> _Problem_: Find the lines below that include the word "releaseMapped" and state how many there are, adding nothing.

# # #

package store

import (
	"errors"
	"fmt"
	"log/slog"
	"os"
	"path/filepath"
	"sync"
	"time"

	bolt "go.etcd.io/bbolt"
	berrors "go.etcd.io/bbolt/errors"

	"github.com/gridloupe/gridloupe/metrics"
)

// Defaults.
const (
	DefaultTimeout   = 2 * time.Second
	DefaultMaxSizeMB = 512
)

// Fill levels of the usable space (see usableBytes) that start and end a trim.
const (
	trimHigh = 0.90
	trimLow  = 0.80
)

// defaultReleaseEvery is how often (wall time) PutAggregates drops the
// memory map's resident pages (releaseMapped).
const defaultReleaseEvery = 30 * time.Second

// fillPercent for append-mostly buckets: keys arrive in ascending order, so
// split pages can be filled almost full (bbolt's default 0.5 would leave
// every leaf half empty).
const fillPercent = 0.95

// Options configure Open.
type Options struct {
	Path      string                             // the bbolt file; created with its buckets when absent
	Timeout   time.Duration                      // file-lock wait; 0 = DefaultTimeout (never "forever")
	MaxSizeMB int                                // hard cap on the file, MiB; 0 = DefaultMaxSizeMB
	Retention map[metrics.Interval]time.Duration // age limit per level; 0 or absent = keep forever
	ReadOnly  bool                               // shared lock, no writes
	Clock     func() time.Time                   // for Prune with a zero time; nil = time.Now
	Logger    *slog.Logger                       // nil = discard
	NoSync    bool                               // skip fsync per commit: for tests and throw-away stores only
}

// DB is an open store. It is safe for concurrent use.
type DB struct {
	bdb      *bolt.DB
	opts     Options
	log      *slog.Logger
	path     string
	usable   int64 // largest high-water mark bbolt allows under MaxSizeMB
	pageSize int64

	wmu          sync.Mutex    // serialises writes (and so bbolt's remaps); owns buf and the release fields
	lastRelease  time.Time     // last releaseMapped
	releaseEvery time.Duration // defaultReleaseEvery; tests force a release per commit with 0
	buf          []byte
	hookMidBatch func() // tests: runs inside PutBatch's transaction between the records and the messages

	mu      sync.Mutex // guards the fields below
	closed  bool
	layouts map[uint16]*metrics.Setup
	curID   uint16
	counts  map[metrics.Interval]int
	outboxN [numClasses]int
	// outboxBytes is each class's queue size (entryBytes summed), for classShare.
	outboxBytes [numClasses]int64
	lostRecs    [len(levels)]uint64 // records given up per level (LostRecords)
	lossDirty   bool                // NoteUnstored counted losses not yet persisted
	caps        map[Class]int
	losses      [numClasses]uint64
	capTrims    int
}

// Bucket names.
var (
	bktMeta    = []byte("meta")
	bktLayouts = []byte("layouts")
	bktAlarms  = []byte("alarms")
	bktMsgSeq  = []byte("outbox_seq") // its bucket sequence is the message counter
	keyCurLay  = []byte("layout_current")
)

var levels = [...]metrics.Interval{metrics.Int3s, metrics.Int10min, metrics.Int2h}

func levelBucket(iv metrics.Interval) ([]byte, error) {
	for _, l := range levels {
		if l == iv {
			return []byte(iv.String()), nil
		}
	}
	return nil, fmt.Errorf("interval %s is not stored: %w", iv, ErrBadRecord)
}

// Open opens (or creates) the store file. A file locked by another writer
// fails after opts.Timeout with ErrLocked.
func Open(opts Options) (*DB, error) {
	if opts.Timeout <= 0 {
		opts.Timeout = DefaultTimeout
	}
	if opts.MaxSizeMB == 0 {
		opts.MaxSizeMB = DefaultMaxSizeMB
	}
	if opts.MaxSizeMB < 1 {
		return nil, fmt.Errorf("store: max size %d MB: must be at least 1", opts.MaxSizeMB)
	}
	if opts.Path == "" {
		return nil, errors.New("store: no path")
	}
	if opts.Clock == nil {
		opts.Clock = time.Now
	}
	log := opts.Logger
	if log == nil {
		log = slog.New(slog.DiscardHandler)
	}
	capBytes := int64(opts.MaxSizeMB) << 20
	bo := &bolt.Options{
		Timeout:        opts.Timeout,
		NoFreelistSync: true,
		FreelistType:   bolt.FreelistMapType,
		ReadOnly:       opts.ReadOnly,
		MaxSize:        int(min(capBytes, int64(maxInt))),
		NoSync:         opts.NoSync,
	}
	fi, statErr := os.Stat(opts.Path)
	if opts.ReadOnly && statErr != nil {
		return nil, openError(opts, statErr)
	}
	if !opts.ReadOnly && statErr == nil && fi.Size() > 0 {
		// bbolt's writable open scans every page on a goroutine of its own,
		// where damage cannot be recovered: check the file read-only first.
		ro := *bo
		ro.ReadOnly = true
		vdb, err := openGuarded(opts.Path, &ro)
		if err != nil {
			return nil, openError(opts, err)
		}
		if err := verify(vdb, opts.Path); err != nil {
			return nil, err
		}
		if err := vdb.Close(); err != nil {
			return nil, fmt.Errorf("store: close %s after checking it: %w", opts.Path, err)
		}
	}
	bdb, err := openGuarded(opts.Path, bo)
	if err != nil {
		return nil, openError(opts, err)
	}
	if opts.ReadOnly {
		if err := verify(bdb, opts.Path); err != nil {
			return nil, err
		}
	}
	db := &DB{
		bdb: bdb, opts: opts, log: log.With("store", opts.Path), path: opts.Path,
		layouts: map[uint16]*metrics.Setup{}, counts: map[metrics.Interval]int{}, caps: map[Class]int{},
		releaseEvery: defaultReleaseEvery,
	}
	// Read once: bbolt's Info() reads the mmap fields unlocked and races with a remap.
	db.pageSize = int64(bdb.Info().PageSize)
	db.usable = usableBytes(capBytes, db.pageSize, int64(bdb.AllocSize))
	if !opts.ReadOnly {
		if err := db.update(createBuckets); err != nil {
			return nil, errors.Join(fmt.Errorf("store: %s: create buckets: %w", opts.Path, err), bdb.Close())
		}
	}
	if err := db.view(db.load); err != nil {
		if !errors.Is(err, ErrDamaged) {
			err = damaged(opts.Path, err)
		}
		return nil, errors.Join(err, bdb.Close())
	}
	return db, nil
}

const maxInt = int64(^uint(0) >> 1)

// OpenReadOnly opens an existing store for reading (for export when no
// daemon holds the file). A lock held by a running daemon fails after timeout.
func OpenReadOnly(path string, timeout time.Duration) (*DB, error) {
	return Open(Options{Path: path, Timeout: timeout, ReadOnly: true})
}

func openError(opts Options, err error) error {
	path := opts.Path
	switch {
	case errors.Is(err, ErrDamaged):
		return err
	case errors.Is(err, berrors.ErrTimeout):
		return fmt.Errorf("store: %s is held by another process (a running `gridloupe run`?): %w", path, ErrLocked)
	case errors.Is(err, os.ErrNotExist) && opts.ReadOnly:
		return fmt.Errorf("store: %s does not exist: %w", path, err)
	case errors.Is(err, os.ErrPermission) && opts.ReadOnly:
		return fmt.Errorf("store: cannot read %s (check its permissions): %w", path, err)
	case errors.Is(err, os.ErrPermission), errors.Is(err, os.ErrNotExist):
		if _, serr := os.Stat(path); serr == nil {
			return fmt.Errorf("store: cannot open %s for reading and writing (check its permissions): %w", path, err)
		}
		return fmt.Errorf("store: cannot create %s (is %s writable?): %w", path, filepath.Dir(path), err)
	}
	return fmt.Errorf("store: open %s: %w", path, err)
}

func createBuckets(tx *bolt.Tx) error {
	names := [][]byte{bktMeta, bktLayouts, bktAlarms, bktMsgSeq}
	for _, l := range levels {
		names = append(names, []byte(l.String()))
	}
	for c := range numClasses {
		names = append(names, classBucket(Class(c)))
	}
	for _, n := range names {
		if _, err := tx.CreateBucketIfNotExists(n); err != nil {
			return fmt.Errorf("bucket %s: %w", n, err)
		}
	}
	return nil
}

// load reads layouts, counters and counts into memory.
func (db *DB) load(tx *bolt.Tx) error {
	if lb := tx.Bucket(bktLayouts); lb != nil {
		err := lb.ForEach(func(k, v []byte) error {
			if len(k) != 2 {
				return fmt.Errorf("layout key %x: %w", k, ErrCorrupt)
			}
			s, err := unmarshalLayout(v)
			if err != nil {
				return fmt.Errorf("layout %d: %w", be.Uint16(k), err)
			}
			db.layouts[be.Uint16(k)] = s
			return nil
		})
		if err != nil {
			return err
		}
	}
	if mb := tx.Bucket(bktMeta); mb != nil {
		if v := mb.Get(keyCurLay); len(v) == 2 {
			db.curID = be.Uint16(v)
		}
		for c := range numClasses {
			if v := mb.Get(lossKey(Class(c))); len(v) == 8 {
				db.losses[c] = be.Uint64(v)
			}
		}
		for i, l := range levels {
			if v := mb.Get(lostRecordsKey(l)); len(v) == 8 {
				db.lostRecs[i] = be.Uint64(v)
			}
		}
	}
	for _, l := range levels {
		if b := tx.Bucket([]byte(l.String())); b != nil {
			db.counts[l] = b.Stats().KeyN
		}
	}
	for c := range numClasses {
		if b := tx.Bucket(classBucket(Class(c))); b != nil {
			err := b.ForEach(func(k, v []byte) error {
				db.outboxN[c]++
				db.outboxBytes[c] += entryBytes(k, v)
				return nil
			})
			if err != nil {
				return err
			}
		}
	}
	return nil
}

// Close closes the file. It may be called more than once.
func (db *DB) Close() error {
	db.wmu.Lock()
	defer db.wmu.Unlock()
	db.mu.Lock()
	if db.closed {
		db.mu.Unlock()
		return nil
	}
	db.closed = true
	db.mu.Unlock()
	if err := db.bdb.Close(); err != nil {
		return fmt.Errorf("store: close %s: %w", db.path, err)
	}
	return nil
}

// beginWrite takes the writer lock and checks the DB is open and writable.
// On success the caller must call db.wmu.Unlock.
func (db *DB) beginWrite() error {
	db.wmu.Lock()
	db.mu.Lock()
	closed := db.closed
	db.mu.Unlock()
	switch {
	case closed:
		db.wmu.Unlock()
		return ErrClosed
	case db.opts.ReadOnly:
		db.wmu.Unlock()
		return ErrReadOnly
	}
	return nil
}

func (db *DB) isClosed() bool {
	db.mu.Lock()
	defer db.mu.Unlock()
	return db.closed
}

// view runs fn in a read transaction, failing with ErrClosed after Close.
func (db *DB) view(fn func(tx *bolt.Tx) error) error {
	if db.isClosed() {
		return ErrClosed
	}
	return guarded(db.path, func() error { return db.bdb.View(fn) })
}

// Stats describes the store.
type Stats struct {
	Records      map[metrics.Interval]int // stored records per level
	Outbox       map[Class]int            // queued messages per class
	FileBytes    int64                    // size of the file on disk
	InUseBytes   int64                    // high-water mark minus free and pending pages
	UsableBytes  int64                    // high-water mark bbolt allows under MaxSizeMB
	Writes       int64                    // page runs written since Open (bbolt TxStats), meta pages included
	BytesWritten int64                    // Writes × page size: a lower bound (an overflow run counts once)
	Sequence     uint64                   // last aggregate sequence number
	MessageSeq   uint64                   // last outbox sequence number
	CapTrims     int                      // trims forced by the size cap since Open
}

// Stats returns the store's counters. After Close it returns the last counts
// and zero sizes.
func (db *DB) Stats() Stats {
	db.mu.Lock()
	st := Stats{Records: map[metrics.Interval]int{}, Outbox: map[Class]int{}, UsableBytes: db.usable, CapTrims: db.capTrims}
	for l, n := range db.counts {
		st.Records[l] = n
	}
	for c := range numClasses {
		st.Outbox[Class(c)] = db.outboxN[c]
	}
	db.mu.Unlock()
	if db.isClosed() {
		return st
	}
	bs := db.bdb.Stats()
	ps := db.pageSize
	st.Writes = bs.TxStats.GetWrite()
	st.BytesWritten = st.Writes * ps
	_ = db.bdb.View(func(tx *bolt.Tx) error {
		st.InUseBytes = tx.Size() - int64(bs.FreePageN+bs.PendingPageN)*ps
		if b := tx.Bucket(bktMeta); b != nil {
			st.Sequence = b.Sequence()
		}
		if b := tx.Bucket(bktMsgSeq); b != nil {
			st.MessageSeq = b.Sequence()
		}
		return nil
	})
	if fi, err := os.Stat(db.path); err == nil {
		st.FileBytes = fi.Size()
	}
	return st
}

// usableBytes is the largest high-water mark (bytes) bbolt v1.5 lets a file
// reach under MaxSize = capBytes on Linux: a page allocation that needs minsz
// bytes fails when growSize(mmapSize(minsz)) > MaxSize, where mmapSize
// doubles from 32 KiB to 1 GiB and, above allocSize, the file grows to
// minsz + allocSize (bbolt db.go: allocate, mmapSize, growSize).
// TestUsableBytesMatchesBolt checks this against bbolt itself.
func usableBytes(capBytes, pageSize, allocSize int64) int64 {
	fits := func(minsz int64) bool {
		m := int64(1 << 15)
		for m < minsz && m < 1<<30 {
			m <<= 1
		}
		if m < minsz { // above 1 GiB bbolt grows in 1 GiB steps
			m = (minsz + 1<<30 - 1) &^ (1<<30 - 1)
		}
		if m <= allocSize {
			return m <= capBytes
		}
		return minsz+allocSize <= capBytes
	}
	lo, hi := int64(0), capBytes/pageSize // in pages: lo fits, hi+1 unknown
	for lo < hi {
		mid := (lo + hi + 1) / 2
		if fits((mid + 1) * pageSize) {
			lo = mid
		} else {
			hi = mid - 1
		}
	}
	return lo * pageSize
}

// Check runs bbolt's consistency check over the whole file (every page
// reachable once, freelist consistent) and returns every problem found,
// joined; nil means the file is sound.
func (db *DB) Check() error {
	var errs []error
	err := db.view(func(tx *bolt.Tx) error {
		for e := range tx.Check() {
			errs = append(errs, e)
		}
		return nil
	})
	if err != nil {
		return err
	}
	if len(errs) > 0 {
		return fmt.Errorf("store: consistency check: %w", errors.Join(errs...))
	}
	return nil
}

# # #

> _Worked solution_: 2